En tiempos de fuerte conflicto, como el presente, la respuesta a problemas agudos debería fundarse en acuerdos sociales que, mediante el debido cauce legal, doten de legitimidad al ejercicio del poder público. Desafortunadamente esta premisa de negociación y acuerdo no ha sido recientemente un eje rector en la toma de decisiones políticas. La Ley General de Responsabilidades Administrativas es un ejemplo.
Con la creación del Sistema Nacional Anti-Corrupción, que entró en vigor el 28 de mayo de 2015, el Congreso de la Unión se autoimpuso la obligación de emitir, en el plazo de un año, las leyes reglamentarias que materializarían dicho Sistema. Al amparo del derecho ciudadano para iniciar propuestas de ley, un nutrido grupo de ciudadanos elaboró una iniciativa para crear la Ley General de Responsabilidades Administrativas, coloquialmente conocida como Ley 3 de 3.
La iniciativa establecía la obligación de los funcionarios de hacer públicas tres declaraciones: patrimonial, de intereses y fiscal. Además, incluía: directrices para la conducta ética de los servidores públicos; un marco de responsabilidades único en los tres órdenes de gobierno y los órganos autónomos; mecanismos para denunciar actos de corrupción de manera segura y anónima; y sanciones severas para servidores públicos que cometieran actos de corrupción. Como parte del proceso legal para su presentación al Congreso, el INE acreditó que 137 mil ciudadanos suscribieron la iniciativa, lo que equivale al 0.16% de la lista nominal, un 0.03% más de lo requerido por la ley.
Esos datos de participación ayudan a dimensionar el profundo malestar de una ciudadanía que demanda la rendición de cuentas como mecanismo inhibidor de la corrupción, y su convicción de que ésta repercute en la desigualdad y en la inseguridad en el país. La iniciativa de ley buscaba canalizar la indignación social y atender uno de los grandes problemas nacionales.
Sin embargo, la acción legislativa hizo caso omiso de la sabia frase de “más vale prevenir que lamentar”. Resolvió que las 3 declaraciones no fuesen públicas.
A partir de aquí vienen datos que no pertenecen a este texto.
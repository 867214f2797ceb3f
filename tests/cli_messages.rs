//! Messages and formats that keep their word (issue 18): every `--format`
//! lists exactly what the command prints, files are checked before long
//! work, no message shows a temporary file, counts agree with their nouns,
//! absurd option values are refused with the allowed range, and an `exact`
//! search that stops undecided says so.
//!
//! The expected texts are the documented ones (docs/README.md, docs/exit-codes.md, docs/json-output.md).

use assert_cmd::Command;

fn ribbonmap(args: &[&str]) -> std::process::Output {
    let cache = tempfile::tempdir().unwrap();
    Command::cargo_bin("ribbonmap")
        .unwrap()
        .env("RIBBONMAP_CACHE_DIR", cache.path())
        .args(args)
        .output()
        .unwrap()
}

fn stderr(out: &std::process::Output) -> String {
    String::from_utf8_lossy(&out.stderr).into_owned()
}

const C17: &str = "tests/data/reference/netlists/iscas85/c17.v";
/// A characterised library (levels, spice): the built-in ribbon3, derived
/// from the demo kit.
const DEMO_LIB: &str = "ribbon3";

#[test]
fn each_format_option_lists_exactly_what_the_command_prints() {
    for (args, listed) in [
        (vec!["map", C17], "[possible values: text, json]"),
        (
            vec!["exact", "0xE8", "--inputs", "3"],
            "[possible values: text, json]",
        ),
        (vec!["equiv", C17, C17], "[possible values: text, json]"),
        (vec!["inspect", C17], "[possible values: text, json]"),
        (
            vec!["characterize", "kit.json", "-o", "lib.json"],
            "[possible values: text, json]",
        ),
    ] {
        for bad in ["csv", "markdown", "latex"] {
            let mut full = args.clone();
            full.extend(["--format", bad]);
            let out = ribbonmap(&full);
            assert_eq!(out.status.code(), Some(2), "{full:?}");
            assert!(stderr(&out).contains(listed), "{full:?}: {}", stderr(&out));
        }
    }
    let out = ribbonmap(&[
        "generate",
        "adder",
        "--width",
        "4",
        "--output-format",
        "bench",
    ]);
    assert_eq!(out.status.code(), Some(2));
    assert!(
        stderr(&out).contains("[possible values: blif, verilog, aag, aig]"),
        "{}",
        stderr(&out)
    );
}

#[test]
fn output_folders_are_checked_before_mapping_and_no_temporary_name_shows() {
    // The folder's own name must not look like a temporary file's.
    let dir = tempfile::Builder::new()
        .prefix("outputs")
        .tempdir()
        .unwrap();
    let missing = dir.path().join("no-such-folder/out.v");
    let out = ribbonmap(&["map", C17, "-o", missing.to_str().unwrap()]);
    assert_eq!(out.status.code(), Some(2));
    let text = stderr(&out);
    assert!(text.contains("does not exist"), "{text}");
    // Mapping never started: no report on standard output.
    assert!(out.stdout.is_empty());
    assert_eq!(text.lines().count(), 1, "{text}");
    assert!(!text.contains(".tmp"), "{text}");
    #[cfg(unix)]
    {
        use std::os::unix::fs::PermissionsExt;
        let locked = dir.path().join("locked");
        std::fs::create_dir(&locked).unwrap();
        std::fs::set_permissions(&locked, std::fs::Permissions::from_mode(0o500)).unwrap();
        // Root may write anywhere; the check only means something otherwise.
        if tempfile::NamedTempFile::new_in(&locked).is_err() {
            let out = ribbonmap(&["map", C17, "-o", locked.join("x.blif").to_str().unwrap()]);
            assert_eq!(out.status.code(), Some(2));
            assert!(!stderr(&out).contains(".tmp"), "{}", stderr(&out));
        }
    }
}

#[test]
fn charts_are_svg_files() {
    let out = ribbonmap(&["compare", C17, "--verify", "none", "--chart", "cells.png"]);
    assert_eq!(out.status.code(), Some(2));
    assert!(stderr(&out).contains("ending in .svg"), "{}", stderr(&out));
    assert!(out.stdout.is_empty(), "refused before mapping");
}

#[test]
fn absurd_counts_are_refused_with_the_allowed_range() {
    for (args, range) in [
        (vec!["compare", C17, "--patterns", "0"], "2..=16777216"),
        (
            vec!["compare", C17, "--patterns", "99999999999"],
            "2..=16777216",
        ),
        (vec!["compare", C17, "--jobs", "100000"], "1..=1024"),
        (vec!["map", C17, "--cut-size", "40"], "2..=6"),
        (vec!["map", C17, "--cuts-per-node", "0"], "1..=64"),
        (
            vec!["exact", "0xE8", "--inputs", "3", "--max-steps", "1000"],
            "1..=16",
        ),
        (
            vec!["levels", "--lib", DEMO_LIB, C17, "--patterns", "0"],
            "1..=16777216",
        ),
        (
            vec!["levels", "--lib", DEMO_LIB, C17, "--patterns", "16777217"],
            "1..=16777216",
        ),
    ] {
        let out = ribbonmap(&args);
        assert_eq!(out.status.code(), Some(2), "{args:?}");
        assert!(stderr(&out).contains(range), "{args:?}: {}", stderr(&out));
    }
}

#[test]
fn exact_that_stops_undecided_says_undecided() {
    // One conflict per SAT call cannot settle the full adder on ribbon2
    // (exit code 3 is "undecided", the exit-code contract).
    let out = ribbonmap(&[
        "exact",
        "0x96,0xE8",
        "--inputs",
        "3",
        "--lib",
        "ribbon2",
        "--conflict-limit",
        "1",
    ]);
    let text = stderr(&out);
    assert_eq!(out.status.code(), Some(3), "{text}");
    // A network found but not proven minimal is reported on standard
    // output; a search stopped before any network says `undecided:`.
    if !text.is_empty() {
        assert!(text.starts_with("undecided:"), "{text}");
        assert!(!text.contains("error:"), "{text}");
    }
    // In JSON the question always comes back, and `found` tells whether a
    // network follows (docs/json-output.md, `exact`).
    let out = ribbonmap(&[
        "exact",
        "0x96,0xE8",
        "--inputs",
        "3",
        "--lib",
        "ribbon2",
        "--conflict-limit",
        "1",
        "--format",
        "json",
    ]);
    assert_eq!(out.status.code(), Some(3), "{}", stderr(&out));
    let v: serde_json::Value = serde_json::from_slice(&out.stdout).unwrap();
    assert_eq!(v["optimal"], false);
    match v["found"].as_bool() {
        Some(true) => assert!(v["cells"].as_u64().is_some_and(|c| c >= 2), "{v}"),
        Some(false) => assert!(v.get("cells").is_none(), "{v}"),
        None => panic!("no `found` field: {v}"),
    }
    assert_eq!(v["objective"], "cells");
    assert_eq!(v["function"], serde_json::json!(["0x96", "0xE8"]));
}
No se entendió que ese era un aspecto crucial de la iniciativa, y despreció el esfuerzo serio, integral y coherente de quienes la proponían.
En medio de la confusión, el veto Presidencial al artículo 32 y a otros más de la Ley de Responsabilidades Administrativas, que fue atendido por ambas Cámaras al omitir la obligación de que personas físicas y morales que recibieran recursos públicos presentaran los tres tipos de declaraciones, tuvo una mala lectura. Se vinculó al veto con la presión de los empresarios. El mensaje se interpretó en el sentido de que quien posea elevados recursos económicos estará exento de someterse al escrutinio público. No se valoró que la disposición, objeto del veto presidencial, estaba fuera de lugar, pues la rendición de cuentas obliga, en primer lugar, a quien ejerce el poder público. Ello, sin demérito de que el combate a la corrupción compromete a toda la sociedad (ver “No a la corrupción. Se vale ser trompudo pero no cochino”, La Crónica de hoy, 22 de noviembre del 2015 http://www.
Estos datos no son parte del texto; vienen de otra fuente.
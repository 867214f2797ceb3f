//! ariths-gen 1.1.4 arithmetic circuits (tests/data/reference/netlists/arith,
//! via PROVENANCE.md): one adder written three ways is proven equivalent to
//! itself across formats, and two different 8x8 multiplier architectures
//! are proven equivalent to each other. The arithmetic itself is checked
//! against integer addition and multiplication by simulation first, so the
//! proofs are about circuits known to be right.

use ribbonmap::equiv::{check, EquivOptions, PortMatching, Verdict};
use ribbonmap::io::{read_netlist, ReadOptions};
use ribbonmap::network::{Network, SplitMix64};
use std::path::PathBuf;

fn arith(name: &str) -> Network {
    let path = PathBuf::from(env!("CARGO_MANIFEST_DIR"))
        .join("tests/data/reference/netlists/arith")
        .join(name);
    read_netlist(&path, &ReadOptions::default()).unwrap()
}

/// Simulates `net` (inputs a[0..8] then b[0..8], outputs LSB first) on
/// random operands and compares with `op` on integers.
fn check_arithmetic(net: &Network, op: fn(u64, u64) -> u64) {
    let mut rng = SplitMix64::new(11);
    let ci = net.combinational_inputs().len();
    assert_eq!(ci, 16);
    for _ in 0..64 {
        let (x, y) = (rng.below(256), rng.below(256));
        let words: Vec<u64> = (0..16)
            .map(|k| {
                let bit = if k < 8 {
                    (x >> k) & 1
                } else {
                    (y >> (k - 8)) & 1
                };
                if bit == 1 {
                    u64::MAX
                } else {
                    0
                }
            })
            .collect();
        let value = net
            .simulate_outputs(&words)
            .iter()
            .enumerate()
            .fold(0u64, |acc, (k, w)| acc | ((w & 1) << k));
        assert_eq!(value, op(x, y), "{} on {x}, {y}", net.name());
    }
}

#[test]
fn ripple_adder_in_three_formats_is_proven_equivalent() {
    let flat_blif = arith("rca8_flat.blif");
    let hier_blif = arith("rca8_hier.blif");
    let verilog = arith("rca8_flat.v");
    for net in [&flat_blif, &hier_blif, &verilog] {
        check_arithmetic(net, |x, y| x + y);
    }
    for (a, b) in [
        (&flat_blif, &hier_blif),
        (&flat_blif, &verilog),
        (&hier_blif, &verilog),
    ] {
        let verdict = check(a, b, &EquivOptions::default()).unwrap();
        assert_eq!(verdict, Verdict::Equivalent { outputs_checked: 9 });
    }
}

#[test]
fn array_and_dadda_multipliers_are_proven_equivalent() {
    let array = arith("arrmul8_flat.blif");
    let dadda = arith("dadda8_hier.blif");
    check_arithmetic(&array, |x, y| x * y);
    check_arithmetic(&dadda, |x, y| x * y);
    let opts = EquivOptions {
        ports: PortMatching::ByOrder,
        ..EquivOptions::default()
    };
    let verdict = check(&array, &dadda, &opts).unwrap();
    assert_eq!(
        verdict,
        Verdict::Equivalent {
            outputs_checked: 16
        }
    );
    // By name the output buses differ, and the error lists them.
    let err = check(&array, &dadda, &EquivOptions::default()).unwrap_err();
    assert!(err
        .to_string()
        .contains("output 'arrmul8_out[0]' of the first netlist"));
}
cronica.com.mx/notas/2015/931868.html
).
En suma, la Ley General de Responsabilidades Administrativas no da cauce a las aspiraciones y demandas ciudadanas, pues no afronta de manera contundente los graves problemas que nos aquejan. Urge que los discursos políticos conduzcan a normas y actos de gobierno que combatan la impunidad, la corrupción, la desigualdad en la impartición de justicia. Que las políticas públicas —y la actuación de servidores públicos— tengan un sólido fundamente ético, que se alejen de compromisos cupulares, y proyecten bienestar verdadero.
El ciudadano ya no se conforma con buenas intenciones, exige respuestas ciertas, aquí y ahora.

Voto de Mexicanos en el Extranjero. Secretos: ni decirlos, ni escucharlos.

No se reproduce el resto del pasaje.